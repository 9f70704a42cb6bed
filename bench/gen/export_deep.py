"""Export a deep model for the report-writing benchmark (bench/report.sh).

Usage: /usr/bin/python3 bench/gen/export_deep.py OUTDIR
Writes swin_t.onnx (torchvision Swin-T, random He-initialised weights, 224×224,
symbolic batch) and swin_t.npy (8 seeded Gaussian items): a model with about a
thousand observed layers, so its report has many histogram pages.
"""
import sys

import torchvision

import export as base

base.SAMPLES["swin_t"] = 8


def main():
    out = sys.argv[1]
    base.os.makedirs(out, exist_ok=True)
    base.torch.manual_seed(0)
    base.export(torchvision.models.swin_t(weights=None), (8, 3, 224, 224), "swin_t", out)


if __name__ == "__main__":
    main()
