"""Export a GPT-2-small-shaped decoder to ONNX with random weights.

Usage: /usr/bin/python3 bench/gen/gpt2_small.py OUTDIR [--layers N] [--items N]

Writes OUTDIR/gpt2_small.onnx and OUTDIR/gpt2_small.npy (int64 token ids,
N items of 128 tokens from a seeded generator). The shape is GPT-2 small's:
12 pre-norm decoder blocks, d 768, 12 heads of 64, MLP 3072 with tanh-GELU,
vocabulary 50,257, 1,024 positions, the output projection tied to the token
embedding: 124.4M parameters (about 498 MB of float32). The attention is
written out (MatMul, scale, additive causal mask of 0 / -inf, Softmax,
MatMul) so that the exported graph has the (B, H, S, S) probability tensor
vitals observes. Weights: normal(0, 0.02), output projections of each block
scaled by 1/sqrt(2·layers), LayerNorm at 1/0, as in GPT-2's initialisation.
Needs Debian's python3-torch (1.13); export at opset 17.
"""

import argparse
import math
import os

import numpy as np
import torch
import torch.nn as nn

D, H, FF, VOCAB, CTX, TOKENS = 768, 12, 3072, 50257, 1024, 128


class Block(nn.Module):
    def __init__(self):
        super().__init__()
        self.ln1, self.ln2 = nn.LayerNorm(D), nn.LayerNorm(D)
        self.qkv, self.proj = nn.Linear(D, 3 * D), nn.Linear(D, D)
        self.fc, self.out = nn.Linear(D, FF), nn.Linear(FF, D)

    def forward(self, x, mask):
        B, S, _ = x.shape
        q, k, v = self.qkv(self.ln1(x)).split(D, dim=-1)
        q = q.reshape(B, S, H, D // H).transpose(1, 2)
        k = k.reshape(B, S, H, D // H).transpose(1, 2)
        v = v.reshape(B, S, H, D // H).transpose(1, 2)
        p = torch.softmax(q @ k.transpose(-1, -2) / math.sqrt(D // H) + mask, dim=-1)
        x = x + self.proj((p @ v).transpose(1, 2).reshape(B, S, D))
        return x + self.out(nn.functional.gelu(self.fc(self.ln2(x)), approximate="tanh"))


class GPT2Small(nn.Module):
    def __init__(self, layers):
        super().__init__()
        self.wte, self.wpe = nn.Embedding(VOCAB, D), nn.Embedding(CTX, D)
        self.blocks = nn.ModuleList(Block() for _ in range(layers))
        self.ln_f = nn.LayerNorm(D)
        self.register_buffer("mask", torch.full((TOKENS, TOKENS), float("-inf")).triu(1))
        for name, p in self.named_parameters():
            if p.dim() >= 2:
                nn.init.normal_(p, 0, 0.02)
                if name.endswith("proj.weight") or name.endswith("out.weight"):
                    p.data /= math.sqrt(2 * layers)
            elif "ln" in name:
                nn.init.ones_(p) if name.endswith("weight") else nn.init.zeros_(p)
            else:
                nn.init.zeros_(p)

    def forward(self, ids):
        pos = torch.arange(ids.shape[1], device=ids.device)
        x = self.wte(ids) + self.wpe(pos)
        for b in self.blocks:
            x = b(x, self.mask)
        # exported as MatMul with a transposed copy of the embedding; untie()
        # below makes it a Gemm(transB=1) on the embedding itself
        y = nn.functional.linear(self.ln_f(x).reshape(-1, D), self.wte.weight)
        return y.reshape(ids.shape[0], ids.shape[1], VOCAB)


def untie(path):
    """Replaces MatMul(x, transposed copy of wte) by Gemm(x, wte, transB=1)
    and drops the copy, so that the tied weight is stored once."""
    import onnx
    from onnx import helper

    m = onnx.load(path)
    inits = {i.name: i for i in m.graph.initializer}
    for i, n in enumerate(m.graph.node):
        w = inits.get(n.input[1]) if n.op_type == "MatMul" and len(n.input) == 2 else None
        if w is not None and list(w.dims) == [D, VOCAB]:
            m.graph.node[i].CopyFrom(helper.make_node("Gemm", [n.input[0], "wte.weight"], list(n.output), name=n.name, transB=1))
            m.graph.initializer.remove(w)
            break
    else:
        raise SystemExit("no MatMul on the transposed embedding found")
    onnx.save(m, path)


def main():
    ap = argparse.ArgumentParser()
    ap.add_argument("out")
    ap.add_argument("--layers", type=int, default=12)
    ap.add_argument("--items", type=int, default=64)
    a = ap.parse_args()
    os.makedirs(a.out, exist_ok=True)
    torch.manual_seed(0)
    m = GPT2Small(a.layers).eval()
    n = sum(p.numel() for p in m.parameters())
    ids = np.random.default_rng(1).integers(0, VOCAB, size=(a.items, TOKENS), dtype=np.int64)
    path = os.path.join(a.out, "gpt2_small.onnx")
    with torch.no_grad():
        torch.onnx.export(m, torch.from_numpy(ids[:1]), path, input_names=["ids"], output_names=["logits"],
                          dynamic_axes={"ids": {0: "batch"}, "logits": {0: "batch"}}, opset_version=17)
    untie(path)
    np.save(os.path.join(a.out, "gpt2_small.npy"), ids)
    print("wrote %s: %d layers, %.1fM parameters" % (path, a.layers, n / 1e6))


if __name__ == "__main__":
    main()
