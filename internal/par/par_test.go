package par

import (
	"sync"
	"sync/atomic"
	"testing"
	"time"
)

// Every part runs exactly once, whatever the count.
func TestDoRunsEachPartOnce(t *testing.T) {
	for _, w := range []int{0, 1, 2, 7} {
		var seen [8]atomic.Int32
		Do(w, func(i int) { seen[i].Add(1) })
		for i := range seen {
			want := int32(0)
			if i < max(w, 1) {
				want = 1
			}
			if got := seen[i].Load(); got != want {
				t.Fatalf("w=%d: part %d ran %d times, want %d", w, i, got, want)
			}
		}
	}
}

// Parts that start jobs of their own, from several callers at once, all
// run exactly once and every call returns, whether waiting callers spin or
// park at once (spinFor 0).
func TestDoNestedFromManyCallers(t *testing.T) {
	for _, spin := range []time.Duration{0, 500 * time.Microsecond} {
		old := spinFor.Load()
		spinFor.Store(int64(spin))
		var ran atomic.Int64
		var nest func(depth int)
		nest = func(depth int) {
			Do(3, func(int) {
				ran.Add(1)
				if depth > 0 {
					nest(depth - 1)
				}
			})
		}
		var wg sync.WaitGroup
		for range 8 {
			wg.Add(1)
			go func() { defer wg.Done(); nest(3) }()
		}
		wg.Wait()
		spinFor.Store(old)
		// 3 + 9 + 27 + 81 parts per caller
		if got, want := ran.Load(), int64(8*(3+9+27+81)); got != want {
			t.Fatalf("spin %v: %d parts ran, want %d", spin, got, want)
		}
	}
}

type partFailure struct{ part int }

// A panic in any part (on a worker or on the caller) comes back out of Do
// on the caller, with its own value, after every other part has finished;
// the pool goes on working.
func TestDoReturnsPartPanicToCaller(t *testing.T) {
	for _, bad := range []int{0, 3} { // 3 runs on the caller
		var finished atomic.Int32
		got := func() (r any) {
			defer func() { r = recover() }()
			Do(4, func(i int) {
				if i == bad {
					panic(partFailure{i})
				}
				time.Sleep(time.Millisecond)
				finished.Add(1)
			})
			return nil
		}()
		if got != (partFailure{bad}) {
			t.Fatalf("part %d panicked: Do gave %v", bad, got)
		}
		if n := finished.Load(); n != 3 {
			t.Fatalf("part %d panicked: %d other parts had finished when Do returned, want 3", bad, n)
		}
	}
	var ran atomic.Int32
	Do(4, func(int) { ran.Add(1) })
	if ran.Load() != 4 {
		t.Fatalf("after the panics: %d parts ran, want 4", ran.Load())
	}
}
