"""Export the benchmark models to ONNX with random (He-initialised) weights.

Usage: /usr/bin/python3 bench/gen/export.py OUTDIR
       /usr/bin/python3 bench/gen/export.py --breadth OUTDIR [NAME ...]
Needs Debian's python3-torch and python3-torchvision. Writes resnet18.onnx,
mobilenet_v2.onnx, mlp.onnx, transformer.onnx (all with a symbolic batch
dimension) and, per model, a fixed float32 input sample NAME.npy drawn from
a seeded generator: 1,000 items for the CNNs and the encoder (the sample
size of a real check), 8192 for the MLP, whose items take 0.2 ms each.

--breadth writes the architectures of bench/breadth.sh (torchvision 0.14
constructors, untrained weights as constructed: speed does not depend on
training) with BREADTH_ITEMS seeded Gaussian items each, 224×224 but for
SSDLite (320×320 uniform [0, 1] images, one per run, no batch axis:
torchvision's detection models take a list of images; its convolutions
He-initialised so that the detection scores differ). All exist in torchvision 0.14, ConvNeXt-Tiny
and Swin-T included.
"""
import os
import sys

import numpy as np
import torch
import torch.nn as nn
import torchvision

SAMPLES = {"resnet18": 1000, "mobilenet_v2": 1000, "mlp": 8192, "transformer": 1000}


class MLP(nn.Module):
    def __init__(self):
        super().__init__()
        dims = [784, 2048, 2048, 1024, 10]
        layers = []
        for i in range(4):
            layers.append(nn.Linear(dims[i], dims[i + 1]))
            if i < 3:
                layers.append(nn.ReLU())
        self.net = nn.Sequential(*layers)

    def forward(self, x):
        return self.net(x)


class Encoder(nn.Module):
    """Token embeddings in, 4 pre-norm-free post-LN encoder layers, mean-pooled logits."""

    def __init__(self, d=256, heads=4, ff=1024, layers=4, classes=10):
        super().__init__()
        layer = nn.TransformerEncoderLayer(d, heads, ff, dropout=0.0, activation="gelu", batch_first=True)
        self.enc = nn.TransformerEncoder(layer, layers, enable_nested_tensor=False)
        self.head = nn.Linear(d, classes)

    def forward(self, x):
        return self.head(self.enc(x).mean(dim=1))


def he_init(m):
    for mod in m.modules():
        if isinstance(mod, (nn.Conv2d, nn.Linear)):
            nn.init.kaiming_normal_(mod.weight, nonlinearity="relu")
            if mod.bias is not None:
                nn.init.zeros_(mod.bias)


def export(model, shape, name, out):
    torch.manual_seed(0)
    he_init(model)
    model.eval()
    g = torch.Generator().manual_seed(1)
    x = torch.randn(SAMPLES[name], *shape[1:], generator=g)
    path = os.path.join(out, name + ".onnx")
    # grad stays enabled: under no_grad the encoder takes a fused fast path
    # that has no ONNX export
    torch.onnx.export(model, x[: shape[0]], path, input_names=["input"], output_names=["output"],
                      dynamic_axes={"input": {0: "batch"}, "output": {0: "batch"}}, opset_version=17,
                      do_constant_folding=True)
    np.save(os.path.join(out, name + ".npy"), x.numpy().astype(np.float32))
    print("wrote", path)


def main():
    out = sys.argv[1]
    os.makedirs(out, exist_ok=True)
    torch.manual_seed(0)
    export(torchvision.models.resnet18(weights=None), (8, 3, 224, 224), "resnet18", out)
    export(torchvision.models.mobilenet_v2(weights=None), (8, 3, 224, 224), "mobilenet_v2", out)
    export(MLP(), (8, 784), "mlp", out)
    export(Encoder(), (8, 128, 256), "transformer", out)


BREADTH_ITEMS = 40


def breadth_models():
    """name -> (constructor, input shape of one item, batch axis?)"""
    tm = torchvision.models
    return {
        "efficientnet_b0": (lambda: tm.efficientnet_b0(weights=None), (3, 224, 224), True),
        "mobilenet_v3_large": (lambda: tm.mobilenet_v3_large(weights=None), (3, 224, 224), True),
        "mnasnet1_0": (lambda: tm.mnasnet1_0(weights=None), (3, 224, 224), True),
        "deeplabv3_mobilenet_v3": (lambda: tm.segmentation.deeplabv3_mobilenet_v3_large(
            weights=None, weights_backbone=None, aux_loss=False), (3, 224, 224), True),
        "regnet_y_800mf": (lambda: tm.regnet_y_800mf(weights=None), (3, 224, 224), True),
        "densenet121": (lambda: tm.densenet121(weights=None), (3, 224, 224), True),
        "convnext_tiny": (lambda: tm.convnext_tiny(weights=None), (3, 224, 224), True),
        "swin_t": (lambda: tm.swin_t(weights=None), (3, 224, 224), True),
        "googlenet": (lambda: tm.googlenet(weights=None, aux_logits=False, init_weights=True), (3, 224, 224), True),
        "inception_v3": (lambda: tm.inception_v3(weights=None, aux_logits=False, init_weights=True), (3, 224, 224), True),
        "resnet50": (lambda: tm.resnet50(weights=None), (3, 224, 224), True),
        "ssdlite": (lambda: tm.detection.ssdlite320_mobilenet_v3_large(
            weights=None, weights_backbone=None), (3, 320, 320), False),
    }


class DeepLabOut(nn.Module):
    """DeepLabV3 returns a dict; export its "out" tensor."""

    def __init__(self, m):
        super().__init__()
        self.m = m

    def forward(self, x):
        return self.m(x)["out"]


class DetectOut(nn.Module):
    """One image in (no batch axis), the boxes, scores and labels out."""

    def __init__(self, m):
        super().__init__()
        self.m = m

    def forward(self, x):
        d = self.m([x])[0]
        return d["boxes"], d["scores"], d["labels"]


def breadth(out, names):
    os.makedirs(out, exist_ok=True)
    models = breadth_models()
    for name in names or list(models):
        make, shape, batched = models[name]
        torch.manual_seed(0)
        model = make()
        if name.startswith("deeplab"):
            model = DeepLabOut(model)
        if not batched:
            # He-initialised convolutions keep the activations' scale through
            # the untrained backbone, so that scores differ and NMS has work
            he_init(model)
            model = DetectOut(model)
        model.eval()
        g = torch.Generator().manual_seed(1)
        x = torch.randn(BREADTH_ITEMS, *shape, generator=g)
        if not batched:
            # detection wants image-like values: uniform in [0, 1]
            x = torch.rand(BREADTH_ITEMS, *shape, generator=g)
        path = os.path.join(out, name + ".onnx")
        with torch.no_grad():
            if batched:
                torch.onnx.export(model, x[:8], path, input_names=["input"], output_names=["output"],
                                  dynamic_axes={"input": {0: "batch"}, "output": {0: "batch"}},
                                  opset_version=17, do_constant_folding=True)
            else:
                torch.onnx.export(model, x[0], path, input_names=["input"],
                                  output_names=["boxes", "scores", "labels"], opset_version=17,
                                  do_constant_folding=True)
        np.save(os.path.join(out, name + ".npy"), x.numpy().astype(np.float32))
        print("wrote", path, flush=True)


if __name__ == "__main__":
    if len(sys.argv) > 2 and sys.argv[1] == "--breadth":
        breadth(sys.argv[2], sys.argv[3:])
    else:
        main()
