#include "lampwright/core/spectrum.hpp"

#include <cmath>

#include <algorithm>

namespace lampwright {

double Spectrum::at_nearest(int nm) const {
    if (values.empty()) return 0.0;
    const int i = std::clamp(nm - first_nm, 0, static_cast<int>(values.size()) - 1);
    return values[static_cast<std::size_t>(i)];
}

void colour_range_values(const Spectrum& s, double* out) {
    for (int nm = kColourFirstNm; nm <= kColourLastNm; ++nm) out[nm - kColourFirstNm] = s.at_nearest(nm);
}

std::vector<double> colour_range_values(const Spectrum& s) {
    std::vector<double> v(kColourSize);
    colour_range_values(s, v.data());
    return v;
}

double integrate_1nm(const double* values, std::size_t n) {
    double sum = 0.0;
    for (std::size_t i = 0; i < n; ++i) sum += values[i];
    return sum * 1.0;  // delta lambda = 1 nm
}

double radiant_integral(const Spectrum& s) { return integrate_1nm(s.values); }

Spectrum scaled(const Spectrum& s, double factor) {
    Spectrum r = s;
    for (auto& v : r.values) v *= factor;
    return r;
}

void add_line(Spectrum& s, double nm, double power) {
    const double lo = std::floor(nm);
    const double t = nm - lo;
    const auto add = [&](double w, double p) {
        if (w >= s.first_nm && w <= s.last_nm()) s.values[static_cast<std::size_t>(static_cast<int>(w) - s.first_nm)] += p;
    };
    if (!(lo >= s.first_nm - 1 && lo <= s.last_nm())) return;
    add(lo, power * (1 - t));
    add(lo + 1, power * t);
}

}  // namespace lampwright
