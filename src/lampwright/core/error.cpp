#include "lampwright/core/error.hpp"

#include <fmt/format.h>

namespace lampwright {

namespace {
std::string compose(const std::string& source, std::size_t line, const std::string& problem) {
    if (line == 0) return fmt::format("{}: {}", source, problem);
    return fmt::format("{}:{}: {}", source, line, problem);
}
}  // namespace

InputError::InputError(std::string source, std::size_t line, std::string problem)
    : Error(compose(source, line, problem)),
      source_(std::move(source)),
      line_(line),
      problem_(std::move(problem)) {}

}  // namespace lampwright
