#pragma once
// Sample statistics used by QC, lot history and the tolerance run: one definition of each.
#include <vector>

namespace lampwright {

// Arithmetic mean; NaN for no values.
double mean(const std::vector<double>& v);
// Sample standard deviation (n - 1 in the denominator); NaN for fewer than two values.
double sample_sd(const std::vector<double>& v);
// Quantile of SORTED values, linear between order statistics (Hyndman and Fan 1996, type 7);
// quantile(v, 0.5) is the usual median. NaN for no values.
double quantile_sorted(const std::vector<double>& sorted, double p);
// Median of values in any order.
double median(std::vector<double> v);

}  // namespace lampwright
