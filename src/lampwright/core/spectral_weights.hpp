#pragma once
// Many weighted sums of one spectrum at once: out[r] = sum_j W[r][j] * s[j] over the 1 nm colour
// range. Tables of weights (colour-matching function x sample reflectance products) are built once;
// the kernel walks the spectrum once and keeps every sum in registers (compiled for AVX2/FMA where
// the processor has it, with a plain fallback).
#include "lampwright/core/spectrum.hpp"

#include <array>
#include <vector>

namespace lampwright {

template <int Rows>
class SpectralWeights {
public:
    static_assert(Rows % 8 == 0, "rows are padded to whole AVX blocks");
    SpectralWeights() : w_(static_cast<std::size_t>(Rows) * kColourSize, 0.0) {}
    double& at(int row, int j) { return w_[static_cast<std::size_t>(j) * Rows + row]; }
    // values: kColourSize values on 360-830 nm.
    std::array<double, Rows> apply(const double* values) const;

private:
    std::vector<double> w_;  // column-major: all rows of one wavelength together
};

void weighted_sums_48(const double* weights, const double* values, int n, double* out);
// Many blocks of 48 rows over the same n values: block b's weights are the n x 48 column-major
// array at weights + b * n * 48, its sums go to out[48 b .. 48 b + 47]. The weights are stored as
// float (half the memory, so a large table stays in the core's cache); the sums are double.
void weighted_sums_48_blocks(const float* weights, const double* values, int n, int blocks, double* out);

template <>
inline std::array<double, 48> SpectralWeights<48>::apply(const double* values) const {
    std::array<double, 48> out;
    weighted_sums_48(w_.data(), values, kColourSize, out.data());
    return out;
}

}  // namespace lampwright
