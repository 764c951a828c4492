#pragma once
// Spectral power distributions: as measured (any wavelengths) and on lampwright's 1 nm grid.
#include <optional>
#include <string>
#include <utility>
#include <vector>

namespace lampwright {

// A spectrum as read from a file: strictly increasing wavelengths in nm, one value each.
struct SampledSpectrum {
    std::string name;
    std::vector<double> wavelengths_nm;
    std::vector<double> values;
    // Absolute spectra: the values are spectral radiant flux in W/nm (converted on reading from
    // mW/nm or uW/nm); otherwise relative, with no scale. The electrical input power of the
    // lamp, where it is known, gives its luminous efficacy.
    bool absolute = false;
    std::optional<double> electrical_power_W;

    // Constructors rather than an aggregate, so the many relative spectra built as
    // {name, wavelengths, values} need not spell out the photometry fields.
    SampledSpectrum() = default;
    SampledSpectrum(std::string name_, std::vector<double> wavelengths, std::vector<double> values_, bool absolute_ = false,
                    std::optional<double> power_W = std::nullopt)
        : name(std::move(name_)), wavelengths_nm(std::move(wavelengths)), values(std::move(values_)), absolute(absolute_),
          electrical_power_W(power_W) {}
};

// A spectrum on a 1 nm grid starting at an integer wavelength. All computation uses this type.
struct Spectrum {
    std::string name;
    int first_nm = 0;
    std::vector<double> values;
    bool absolute = false;                     // values in W/nm (see SampledSpectrum)
    std::optional<double> electrical_power_W;  // the lamp's electrical input power, where known

    Spectrum() = default;
    Spectrum(std::string name_, int first, std::vector<double> values_, bool absolute_ = false, std::optional<double> power_W = std::nullopt)
        : name(std::move(name_)), first_nm(first), values(std::move(values_)), absolute(absolute_), electrical_power_W(power_W) {}

    int last_nm() const { return first_nm + static_cast<int>(values.size()) - 1; }
    bool covers(int nm) const { return nm >= first_nm && nm <= last_nm(); }
    // Value at an integer wavelength; outside the data, the nearest end value (CIE 15:2004, 7.2.2.1).
    double at_nearest(int nm) const;
};

// The colorimetric range used for every tristimulus sum: 360-830 nm at 1 nm (CIE 15:2004, 7.1).
inline constexpr int kColourFirstNm = 360;
inline constexpr int kColourLastNm = 830;
inline constexpr int kColourSize = kColourLastNm - kColourFirstNm + 1;

// The spectrum's values on 360-830 nm, extended beyond its data by the nearest value.
std::vector<double> colour_range_values(const Spectrum& s);
void colour_range_values(const Spectrum& s, double* out);  // out holds kColourSize values

// Integral over the 1 nm grid (sum x 1 nm, CIE 15:2004 7.2 summation). The one integration rule.
double integrate_1nm(const double* values, std::size_t n);
inline double integrate_1nm(const std::vector<double>& v) { return integrate_1nm(v.data(), v.size()); }
// Integral of the spectrum over the whole range it was given on (radiant quantity).
double radiant_integral(const Spectrum& s);

Spectrum scaled(const Spectrum& s, double factor);

// Adds a spectral line of total power `power` at `nm`, shared between the two 1 nm grid points
// around it so that its power and centroid are kept (nothing is added outside the grid).
void add_line(Spectrum& s, double nm, double power);

}  // namespace lampwright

> Problem statement:
Please find every line in the records above that holds the word "after" and copy it.

> Answer:
// on the caller, with its own value, after every other part has finished;
		t.Fatalf("after the panics: %d parts ran, want 4", ran.Load())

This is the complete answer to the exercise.